Experimental Results and Applications
JAFAR was evaluated by pre-training the upsampler and then freezing it and training a lightweight linear probe on the upsampled features for various tasks.
- Semantic Segmentation (Table 1): JAFAR significantly outperforms all baselines (training-free, task-dependent, task-agnostic) across COCO-Stuff, Pascal VOC, ADE20K, and Cityscapes datasets, achieving the highest mIoU and accuracy. This demonstrates its ability to recover fine-grained spatial details critical for dense prediction.
- Depth Estimation (Table 1): Trained on pseudo-labels from Depth Anything V2 (Milinanni et al., 13 Mar 2024), JAFAR achieves competitive results, ranking second among all methods despite not being specifically optimized for depth estimation.
- Class Activation Maps (Table 2): Integrating JAFAR into CAM analysis (Grad-CAM) leads to sharper, more faithful explanations. JAFAR scores highest on the aggregate ADCC metric (Damas et al., 2022), indicating better coherency, lower complexity, and greater confidence preservation.
- Zero-Shot Open-Vocabulary Segmentation (Table 3): Using MaskCLIP (Lüddecke et al., 2021) with a CLIP backbone, JAFAR improves performance across VOC, ADE20K, and Cityscapes compared to baselines, showing its upsampled features maintain semantic consistency for zero-shot transfer.
- Bird's-Eye View Segmentation (Table 4): When integrated into complex BeV architectures (SimpleBeV (Conti et al., 2023), PointBeV (Lanier et al., 2022), BeVFormer (Li et al., 2022)), JAFAR consistently improves vehicle-IoU, showing its utility even within multi-view pipelines.
Implementation Considerations
- Computational Cost: JAFAR is lightweight (0.7M parameters) compared to processing larger images directly or modifying encoder strides (Table 6). Inference time scales with output resolution due to the attention mechanism.
- Memory Usage: Memory scales significantly with output resolution during both forward and backward passes (Table 7), especially the backward pass required during training. Training at lower target resolutions mitigates this.
- Trade-offs: While faster than methods requiring per-image optimization (like FeatUp Implicit), JAFAR's inference time is higher than simple bilinear interpolation or lightweight CNNs like LiFT, especially at very high resolutions, due to the attention matrix size. However, its superior performance justifies this.
- Scalability: The design allows scaling to arbitrary resolutions. The training strategy using low upsampling factors is key for practical training.
- Limitations & Future Work: JAFAR currently requires training a separate upsampler for each foundation backbone. Future work includes making it backbone-independent and further reducing feature-level artifacts for even sharper outputs. The ablation studies (Table 5) highlight the importance of SFT modulation for key generation and tuning the number of attention heads.

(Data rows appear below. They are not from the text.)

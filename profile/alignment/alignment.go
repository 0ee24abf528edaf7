package alignment

import (
	"math"
	"sort"

	"github.com/paulmach/orb"

	"sagcrest/profile/finding"
	"sagcrest/profile/station"
)

// Kind of an element.
type Kind string

// The elements of an alignment.
const (
	Tangent  Kind = "tangent"
	Arc      Kind = "arc"
	Clothoid Kind = "clothoid"
)

// Element is a stretch of one kind. Radii in metres, positive turning right,
// +Inf for straight; Start is easting and northing; Azimuth the direction there
// in radians. PI is the index of its point of intersection, −1 for a tangent.
type Element struct {
	Kind                 Kind
	Over                 station.Interval
	RadiusFrom, RadiusTo float64
	Start                orb.Point
	Azimuth              float64
	PI                   int

	rule *rule
}

// Alignment is a chain of elements without gaps or kinks.
type Alignment struct {
	elements []Element
	rows     []PIRow
	gaps     []float64 // from each PI to the next, for the checks
	length   station.Station
	rule     *rule
}

// leftOver is the shortage of tangent in metres that still counts as none: the
// rounding of coordinates given to a millimetre and better.
const leftOver = 1e-6

// New lays an alignment through at least two PIs; the first and the last are its
// ends, and a curve given there is not looked at. It returns nil and findings
// A16 when arcs and clothoids overlap or do not fit their deflection, when a PI
// folds back or stands on the one before, and when one has only part of what
// makes a curve: deflection, radius, clothoids. Fewer than two PIs are F05.
func New(pi []PI) (*Alignment, []finding.Finding) {
	if found := checkPoints(pi); found != nil {
		return nil, found
	}
	rule := newRule()
	a := &Alignment{rows: rule.solveAll(pi), rule: rule}
	for i := 1; i < len(pi); i++ {
		a.gaps = append(a.gaps, math.Hypot(pi[i].E-pi[i-1].E, pi[i].N-pi[i-1].N))
	}
	if found := a.checkRows(); found != nil {
		return nil, found
	}
	if found := a.checkTangents(); found != nil {
		return nil, found
	}
	at := orb.Point{pi[0].E, pi[0].N}
	for _, r := range a.rows {
		p := orb.Point{r.PI.E, r.PI.N}
		a.tangent(at, ahead(p, r.AzimuthIn, -r.TangentIn))
		at = a.curve(r, ahead(p, r.AzimuthIn, -r.TangentIn))
	}
	last := pi[len(pi)-1]
	a.tangent(at, orb.Point{last.E, last.N})
	return a, nil
}

// solveAll solves the interior PIs.
func (q *rule) solveAll(pi []PI) (rows []PIRow) {
	for i := 1; i < len(pi)-1; i++ {
		prev, p, next := pi[i-1], pi[i], pi[i+1]
		before := azimuth(orb.Point{prev.E, prev.N}, orb.Point{p.E, p.N})
		after := azimuth(orb.Point{p.E, p.N}, orb.Point{next.E, next.N})
		rows = append(rows, q.solve(i, p, before, after))
	}
	return rows
}

func (a *Alignment) tangent(from, to orb.Point) {
	d := math.Hypot(to[0]-from[0], to[1]-from[1])
	if d <= leftOver {
		return
	}
	a.add(Element{Kind: Tangent, RadiusFrom: math.Inf(1), RadiusTo: math.Inf(1), Start: from, Azimuth: azimuth(from, to), PI: -1}, d)
}

// add appends an element of the given length.
func (a *Alignment) add(e Element, length float64) {
	e.rule = a.rule
	e.Over = station.Interval{From: a.length, To: a.length + station.Station(length)}
	a.elements = append(a.elements, e)
	a.length = e.Over.To
}

// curve appends clothoids and arc of a PI and returns where they end.
func (a *Alignment) curve(r PIRow, at orb.Point) orb.Point {
	if r.PI.Radius <= 0 {
		return at
	}
	az, R := r.AzimuthIn, math.Copysign(r.PI.Radius, r.Deflection)
	parts := []struct {
		kind     Kind
		from, to float64
		length   float64
	}{
		{Clothoid, math.Inf(1), R, r.PI.SpiralIn},
		{Arc, R, R, r.ArcLength},
		{Clothoid, R, math.Inf(1), r.PI.SpiralOut},
	}
	for _, p := range parts {
		if p.length <= leftOver {
			continue // two clothoids that just meet have no arc between them
		}
		e := Element{Kind: p.kind, RadiusFrom: p.from, RadiusTo: p.to, Start: at, Azimuth: az, PI: r.Index}
		a.add(e, p.length)
		pose := a.elements[len(a.elements)-1].at(p.length)
		at, az = pose.XY, pose.Azimuth
	}
	return at
}

// Length returns the length of the alignment in metres.
func (a *Alignment) Length() station.Station { return a.length }

// Elements returns the elements in order; the caller must not change them.
func (a *Alignment) Elements() []Element { return a.elements }

// PITable returns the interior PIs with what follows from them.
func (a *Alignment) PITable() []PIRow { return append([]PIRow(nil), a.rows...) }

// Pose is a place with its direction and curvature (1/m, positive right).
type Pose struct {
	XY                 orb.Point
	Azimuth, Curvature float64
}

// curvature returns the curvature at the start of an element and its change
// per metre.
func (e *Element) curvature() (k, c float64) {
	k = 1 / e.RadiusFrom
	return k, (1/e.RadiusTo - k) / e.Over.Length()
}

// at returns the pose l metres from the start of an element.
func (e *Element) at(l float64) Pose {
	k, c := e.curvature()
	p := Pose{Azimuth: e.Azimuth + k*l + c/2*l*l, Curvature: k + c*l}
	switch {
	case k == 0 && c == 0:
		p.XY = ahead(e.Start, e.Azimuth, l)
	case c == 0:
		// The chord of an arc of angle k·l lies at half that angle.
		half := k * l / 2
		p.XY = ahead(e.Start, e.Azimuth+half, l*sinc(half))
	default:
		n, x := e.rule.run(e.Azimuth, k, c, l)
		p.XY = orb.Point{e.Start[0] + x, e.Start[1] + n}
	}
	return p
}

// sinc returns sin(x)/x.
func sinc(x float64) float64 {
	if math.Abs(x) < 1e-4 {
		return 1 - x*x/6 // the next term is below 1e-18
	}
	return math.Sin(x) / x
}

// At returns the pose at a station. Before the start and beyond the end the
// alignment goes on straight.
func (a *Alignment) At(s station.Station) Pose {
	switch {
	case s < 0:
		p := a.elements[0].at(0)
		return Pose{XY: ahead(p.XY, p.Azimuth, float64(s)), Azimuth: p.Azimuth}
	case s > a.length:
		last := &a.elements[len(a.elements)-1]
		p := last.at(last.Over.Length())
		return Pose{XY: ahead(p.XY, p.Azimuth, float64(s-a.length)), Azimuth: p.Azimuth}
	}
	e := a.element(s)
	return e.at(float64(s - e.Over.From))
}

// element returns the element that holds a station of the alignment.
func (a *Alignment) element(s station.Station) *Element {
	i := sort.Search(len(a.elements), func(i int) bool { return a.elements[i].Over.To > s })
	return &a.elements[min(i, len(a.elements)-1)]
}

// Point returns easting and northing at a station and offset.
func (a *Alignment) Point(s station.Station, o station.Offset) orb.Point {
	p := a.At(s)
	return ahead(p.XY, p.Azimuth+math.Pi/2, float64(o))
}

// Curvature returns the curvature at a station, 0 off the alignment.
func (a *Alignment) Curvature(s station.Station) float64 {
	if s < 0 || s > a.length {
		return 0
	}
	e := a.element(s)
	k, c := e.curvature()
	return k + c*float64(s-e.Over.From)
}

// Breaks returns the stations between elements, increasing.
func (a *Alignment) Breaks() (out []station.Station) {
	for _, e := range a.elements[1:] {
		out = append(out, e.Over.From)
	}
	return out
}

// Straight reports whether a stretch lies on tangents only.
func (a *Alignment) Straight(over station.Interval) bool {
	for _, e := range a.elements {
		if e.Kind != Tangent && e.Over.From < over.To && over.From < e.Over.To {
			return false
		}
	}
	return true
}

In summary, JAFAR provides a practical, high-performing, and flexible solution for the critical problem of feature upsampling in modern vision pipelines relying on foundation encoders. Its ability to generalize from low-resolution training to high-resolution inference without task-specific supervision makes it a valuable component for a wide range of dense vision applications.